Exercise description:
Return every line in the entries below where the word "features" shows up.

Provided material:
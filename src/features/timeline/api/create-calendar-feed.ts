import { useMutation, useQueryClient } from '@tanstack/react-query';
import type { CalendarFeed } from '@shared/schemas/timeline';
import { api } from '@/lib/api-client';
import { getCalendarFeedQueryOptions } from './get-calendar-feed';
import { timelineBase } from './get-timeline';

/** A new calendar link for me; an earlier one stops working. The answer holds the address. */
export async function createCalendarFeed({ buildId }: { buildId: string }): Promise<CalendarFeed> {
  const data = await api.post<{ feed: CalendarFeed }>(`${timelineBase(buildId)}/calendar-feed`);
  return data.feed;
}

export const useCreateCalendarFeed = () => {
  const queryClient = useQueryClient();
  return useMutation({
    mutationFn: createCalendarFeed,
    onSuccess: (feed, { buildId }) =>
      queryClient.setQueryData(getCalendarFeedQueryOptions(buildId).queryKey, feed),
  });
};
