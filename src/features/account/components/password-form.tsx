import { useState } from 'react';
import { useForm, type Path } from 'react-hook-form';
import { zodResolver } from '@hookform/resolvers/zod';
import type { z } from 'zod';
import { changePasswordInputSchema } from '@shared/schemas/account';
import type { User } from '@shared/schemas/auth';
import { FormActions } from '@/components/ui/form-actions';
import { FormField, TextInput } from '@/components/ui/form-field';
import { applyServerErrors } from '@/lib/form-errors';
import { useChangePassword } from '../api/change-password';

type Input = z.input<typeof changePasswordInputSchema>;
type Output = z.output<typeof changePasswordInputSchema>;
const fieldNames: Path<Input>[] = ['currentPassword', 'newPassword'];

/** A new password, with the current one; every other device signed in is signed out. */
export function PasswordForm({ user }: { user: User }) {
  const change = useChangePassword();
  const [done, setDone] = useState(false);
  const {
    register,
    handleSubmit,
    setError,
    reset,
    formState: { errors, isSubmitting },
  } = useForm<Input, unknown, Output>({
    resolver: zodResolver(changePasswordInputSchema),
    defaultValues: { currentPassword: '', newPassword: '' },
  });
  const submit = handleSubmit(async (values) => {
    setDone(false);
    try {
      await change.mutateAsync(values);
      reset({ currentPassword: '', newPassword: '' });
      setDone(true);
    } catch (error) {
      applyServerErrors(error, setError, fieldNames);
    }
  });
  return (
    <form onSubmit={submit} noValidate aria-label="Your password" className="flex flex-col gap-3">
      {/* For password managers: which account the new password belongs to. */}
      <input
        type="email"
        name="username"
        autoComplete="username"
        value={user.email}
        readOnly
        hidden
      />
      <div className="grid grid-cols-1 gap-3 sm:grid-cols-2">
        <FormField label="Current password" error={errors.currentPassword?.message}>
          {(c) => (
            <TextInput
              {...c}
              {...register('currentPassword')}
              type="password"
              autoComplete="current-password"
            />
          )}
        </FormField>
        <FormField
          label="New password"
          error={errors.newPassword?.message}
          hint="At least 10 characters"
        >
          {(c) => (
            <TextInput
              {...c}
              {...register('newPassword')}
              type="password"
              autoComplete="new-password"
            />
          )}
        </FormField>
      </div>
      <p className="text-sm text-muted">
        Every other phone and computer signed in to your account is signed out; this one stays.
      </p>
      <FormActions
        layout="start"
        error={errors.root?.server?.message}
        notice={done && 'Password changed. Every other device has been signed out.'}
        submitLabel="Change password"
        pending={isSubmitting}
      />
    </form>
  );
}
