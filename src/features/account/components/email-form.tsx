import { useState } from 'react';
import { useForm, type Path } from 'react-hook-form';
import { zodResolver } from '@hookform/resolvers/zod';
import type { z } from 'zod';
import { changeEmailInputSchema } from '@shared/schemas/account';
import type { User } from '@shared/schemas/auth';
import { FormActions } from '@/components/ui/form-actions';
import { FormField, TextInput } from '@/components/ui/form-field';
import { applyServerErrors } from '@/lib/form-errors';
import { useChangeEmail } from '../api/change-email';

type Input = z.input<typeof changeEmailInputSchema>;
type Output = z.output<typeof changeEmailInputSchema>;
const fieldNames: Path<Input>[] = ['email', 'currentPassword'];

/** A new address, with my current password; it changes once I follow the link mailed there. */
export function EmailForm({ user }: { user: User }) {
  const change = useChangeEmail();
  const [sent, setSent] = useState<string | null>(null);
  const {
    register,
    handleSubmit,
    setError,
    reset,
    formState: { errors, isSubmitting },
  } = useForm<Input, unknown, Output>({
    resolver: zodResolver(changeEmailInputSchema),
    defaultValues: { email: '', currentPassword: '' },
  });
  const submit = handleSubmit(async (values) => {
    setSent(null);
    try {
      const { message } = await change.mutateAsync(values);
      reset({ email: '', currentPassword: '' });
      setSent(message);
    } catch (error) {
      applyServerErrors(error, setError, fieldNames);
    }
  });
  return (
    <form
      onSubmit={submit}
      noValidate
      aria-label="Your e-mail address"
      className="flex flex-col gap-3"
    >
      <p className="text-ink-2">
        Now: <span className="font-semibold break-all text-ink">{user.email}</span>
      </p>
      <div className="grid grid-cols-1 gap-3 sm:grid-cols-2">
        <FormField label="New e-mail address" error={errors.email?.message}>
          {(c) => (
            <TextInput
              {...c}
              {...register('email')}
              type="email"
              inputMode="email"
              autoComplete="email"
            />
          )}
        </FormField>
        <FormField label="Current password" error={errors.currentPassword?.message}>
          {(c) => (
            <TextInput
              {...c}
              {...register('currentPassword')}
              type="password"
              autoComplete="current-password"
            />
          )}
        </FormField>
      </div>
      <p className="text-sm text-muted">
        We mail a link to the new address; your address changes when you follow it.
      </p>
      <FormActions
        layout="start"
        error={errors.root?.server?.message}
        notice={sent}
        submitLabel="Send the link"
        pending={isSubmitting}
      />
    </form>
  );
}
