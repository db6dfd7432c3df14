import type { Knex } from 'knex';
import * as m0001 from './20261202000100_create_users_and_sessions';
import * as m0002 from './20261202000200_create_builds_and_members';
import * as m0003 from './20261202000300_create_rate_limit_hits';
import * as m0010 from './20261202001000_create_parts';
import * as m0020 from './20261202002000_create_build_assumptions';
import * as m0030 from './20261202003000_create_mail_outbox';
import * as m0031 from './20261202003100_create_build_invitations';
import * as m0032 from './20261202003200_create_password_resets';
import * as m0033 from './20261202003300_create_notice_preferences';
import * as m0040 from './20261202004000_create_install_log';
import * as m0041 from './20261202004100_create_photos';
import * as m0050 from './20261202005000_create_file_deletions';
import * as m0051 from './20261202005100_create_invitation_sends';
import * as m0060 from './20261202006000_create_bench_sheets';
import * as m0070 from './20261202007000_create_dyno_sessions';
import * as m0080 from './20261202008000_add_reading_stages_and_position_names';
import * as m0081 from './20261202008100_create_torque_wrenches';
import * as m0082 from './20261202008200_add_step_caution_choices';
import * as m0083 from './20261202008300_create_part_overdue_notices';
import * as m0084 from './20261202008400_create_email_changes';
import * as m0090 from './20261202009000_create_timeline';
import * as m0095 from './20261202009500_create_build_shares';
import * as m0096 from './20261202009600_add_public_to_photos';
import * as m0100 from './20261203010000_create_idempotency_keys';
import * as m0101 from './20261203010100_add_reading_taken_at';

type Migration = { up: (knex: Knex) => Promise<void>; down: (knex: Knex) => Promise<void> };

/**
 * Every migration, in order. Listed explicitly (not read from the folder) so the
 * same source works under tsx, Vitest and the knex CLI. Add new files at the end.
 */
const migrations: Record<string, Migration> = {
  '20261202000100_create_users_and_sessions': m0001,
  '20261202000200_create_builds_and_members': m0002,
  '20261202000300_create_rate_limit_hits': m0003,
  '20261202001000_create_parts': m0010,
  '20261202002000_create_build_assumptions': m0020,
  '20261202003000_create_mail_outbox': m0030,
  '20261202003100_create_build_invitations': m0031,
  '20261202003200_create_password_resets': m0032,
  '20261202003300_create_notice_preferences': m0033,
  '20261202004000_create_install_log': m0040,
  '20261202004100_create_photos': m0041,
  '20261202005000_create_file_deletions': m0050,
  '20261202005100_create_invitation_sends': m0051,
  '20261202006000_create_bench_sheets': m0060,
  '20261202007000_create_dyno_sessions': m0070,
  '20261202008000_add_reading_stages_and_position_names': m0080,
  '20261202008100_create_torque_wrenches': m0081,
  '20261202008200_add_step_caution_choices': m0082,
  '20261202008300_create_part_overdue_notices': m0083,
  '20261202008400_create_email_changes': m0084,
  '20261202009000_create_timeline': m0090,
  '20261202009500_create_build_shares': m0095,
  '20261202009600_add_public_to_photos': m0096,
  '20261203010000_create_idempotency_keys': m0100,
  '20261203010100_add_reading_taken_at': m0101,
};

export const migrationSource: Knex.MigrationSource<string> = {
  getMigrations: async () => Object.keys(migrations),
  getMigrationName: (name) => name,
  getMigration: async (name) => migrations[name],
};
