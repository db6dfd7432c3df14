import type { Knex } from 'knex';

/**
 * Stored files whose rows are gone, waiting to be removed from the store. A
 * trigger queues a row's file keys in the same transaction that deletes the
 * row — directly or by cascade from a part, step or build — so no file is
 * forgotten and none is removed while its row still exists. A worker removes
 * the files and retries a failure later, like the mail outbox.
 *
 * `queue_file_deletions(col, …)` is generic: a table that holds file keys adds
 * `after delete … for each row execute function queue_file_deletions('key_col', …)`.
 */
export async function up(knex: Knex): Promise<void> {
  await knex.schema.createTable('file_deletions', (t) => {
    t.bigIncrements('id');
    t.text('key').notNullable().unique();
    t.integer('attempts').notNullable().defaultTo(0);
    t.timestamp('next_attempt_at', { useTz: true }).notNullable().defaultTo(knex.fn.now());
    t.text('last_error');
    t.timestamp('created_at', { useTz: true }).notNullable().defaultTo(knex.fn.now());
    t.index(['next_attempt_at']);
  });
  await knex.raw(`
    create function queue_file_deletions() returns trigger language plpgsql as $$
    declare
      col text;
      file_key text;
    begin
      foreach col in array TG_ARGV loop
        execute format('select ($1).%I::text', col) into file_key using old;
        if file_key is not null and file_key <> '' then
          insert into file_deletions (key) values (file_key) on conflict (key) do nothing;
        end if;
      end loop;
      return old;
    end $$`);
  await knex.raw(`
    create trigger photos_queue_file_deletions after delete on photos
    for each row execute function queue_file_deletions('web_key', 'thumb_key')`);
}

export async function down(knex: Knex): Promise<void> {
  await knex.raw('drop trigger if exists photos_queue_file_deletions on photos');
  await knex.raw('drop function if exists queue_file_deletions()');
  await knex.schema.dropTable('file_deletions');
}
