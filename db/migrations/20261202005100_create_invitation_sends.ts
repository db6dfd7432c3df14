import type { Knex } from 'knex';

/**
 * One row for every invitation mail sent (first send and resends), so the
 * number an owner can send per hour and per day, and to one build, is counted
 * in PostgreSQL and holds across processes and restarts.
 */
export async function up(knex: Knex): Promise<void> {
  await knex.schema.createTable('invitation_sends', (t) => {
    t.bigIncrements('id');
    t.uuid('build_id').notNullable().references('builds.id').onDelete('CASCADE');
    t.uuid('sent_by').references('users.id').onDelete('SET NULL');
    t.timestamp('sent_at', { useTz: true }).notNullable().defaultTo(knex.fn.now());
    t.index(['sent_by', 'sent_at']);
    t.index(['build_id', 'sent_at']);
  });
}

export async function down(knex: Knex): Promise<void> {
  await knex.schema.dropTable('invitation_sends');
}
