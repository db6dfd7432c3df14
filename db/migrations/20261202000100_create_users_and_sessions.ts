import type { Knex } from 'knex';

export async function up(knex: Knex): Promise<void> {
  await knex.schema.createTable('users', (t) => {
    t.uuid('id').primary().defaultTo(knex.raw('gen_random_uuid()'));
    t.text('email').notNullable().unique();
    t.text('display_name').notNullable();
    t.text('password_hash').notNullable();
    t.timestamps(true, true);
  });
  await knex.raw('alter table users add constraint users_email_lower check (email = lower(email))');

  // Shape required by lucia's PostgreSQL adapter: text id, user_id, expires_at.
  await knex.schema.createTable('user_sessions', (t) => {
    t.text('id').primary();
    t.uuid('user_id').notNullable().references('users.id').onDelete('CASCADE');
    t.timestamp('expires_at', { useTz: true }).notNullable();
    t.timestamp('created_at', { useTz: true }).notNullable().defaultTo(knex.fn.now());
    t.index(['user_id']);
  });
}

export async function down(knex: Knex): Promise<void> {
  await knex.schema.dropTable('user_sessions');
  await knex.schema.dropTable('users');
}
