import { useMutation, useQueryClient } from '@tanstack/react-query';
import { api } from '@/lib/api-client';
import { getTimelineQueryOptions, timelineBase } from './get-timeline';

export async function deleteMilestone({
  buildId,
  milestoneId,
}: {
  buildId: string;
  milestoneId: string;
}): Promise<void> {
  await api.delete(`${timelineBase(buildId)}/milestones/${encodeURIComponent(milestoneId)}`);
}

export const useDeleteMilestone = () => {
  const queryClient = useQueryClient();
  return useMutation({
    mutationFn: deleteMilestone,
    onSuccess: (_r, { buildId }) =>
      queryClient.invalidateQueries({ queryKey: getTimelineQueryOptions(buildId).queryKey }),
  });
};
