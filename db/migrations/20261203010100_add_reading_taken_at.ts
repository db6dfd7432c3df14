import type { Knex } from 'knex';

// A reading queued on a phone without signal arrives late: taken_at keeps the time it was
// taken on the device beside recorded_at, the time it arrived. Null: taken when it arrived.
export async function up(knex: Knex): Promise<void> {
  await knex.schema.alterTable('torque_readings', (t) => {
    t.timestamp('taken_at', { useTz: true });
  });
}

export async function down(knex: Knex): Promise<void> {
  await knex.schema.alterTable('torque_readings', (t) => {
    t.dropColumn('taken_at');
  });
}
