import type { Knex } from 'knex';

// Outgoing mail waits here until the worker has handed it to SMTP, so a request
// never waits for (or fails with) the mail server and a restart loses nothing.
// The body is kept as content (text, one action link as an app path) and
// rendered at send time; it is cleared once the mail is sent or given up on,
// because an invitation or reset link is as good as a password while it lives.
export async function up(knex: Knex): Promise<void> {
  await knex.schema.createTable('mail_outbox', (t) => {
    t.uuid('id').primary().defaultTo(knex.raw('gen_random_uuid()'));
    t.text('kind').notNullable();
    t.text('to_address').notNullable();
    t.text('subject').notNullable();
    t.text('heading').notNullable().defaultTo('');
    t.text('body_text').notNullable().defaultTo('');
    t.text('action_label');
    t.text('action_path');
    t.text('footer_text').notNullable().defaultTo('');
    t.text('status').notNullable().defaultTo('queued');
    t.integer('attempts').notNullable().defaultTo(0);
    t.timestamp('next_attempt_at', { useTz: true }).notNullable().defaultTo(knex.fn.now());
    t.text('last_error');
    t.text('message_id');
    t.timestamp('sent_at', { useTz: true });
    t.timestamps(true, true);
  });
  await knex.raw(`alter table mail_outbox
    add constraint mail_outbox_status check (status in ('queued','sent','failed')),
    add constraint mail_outbox_action_pair check ((action_label is null) = (action_path is null))`);
  // The worker's only question: which queued mail is due?
  await knex.raw(
    `create index mail_outbox_due on mail_outbox (next_attempt_at) where status = 'queued'`,
  );
}

export async function down(knex: Knex): Promise<void> {
  await knex.schema.dropTable('mail_outbox');
}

Written response:
filename src/features/timeline/api/create-calendar-feed.ts
filename src/features/account/components/password-form.tsx
filename src/features/account/components/email-form.tsx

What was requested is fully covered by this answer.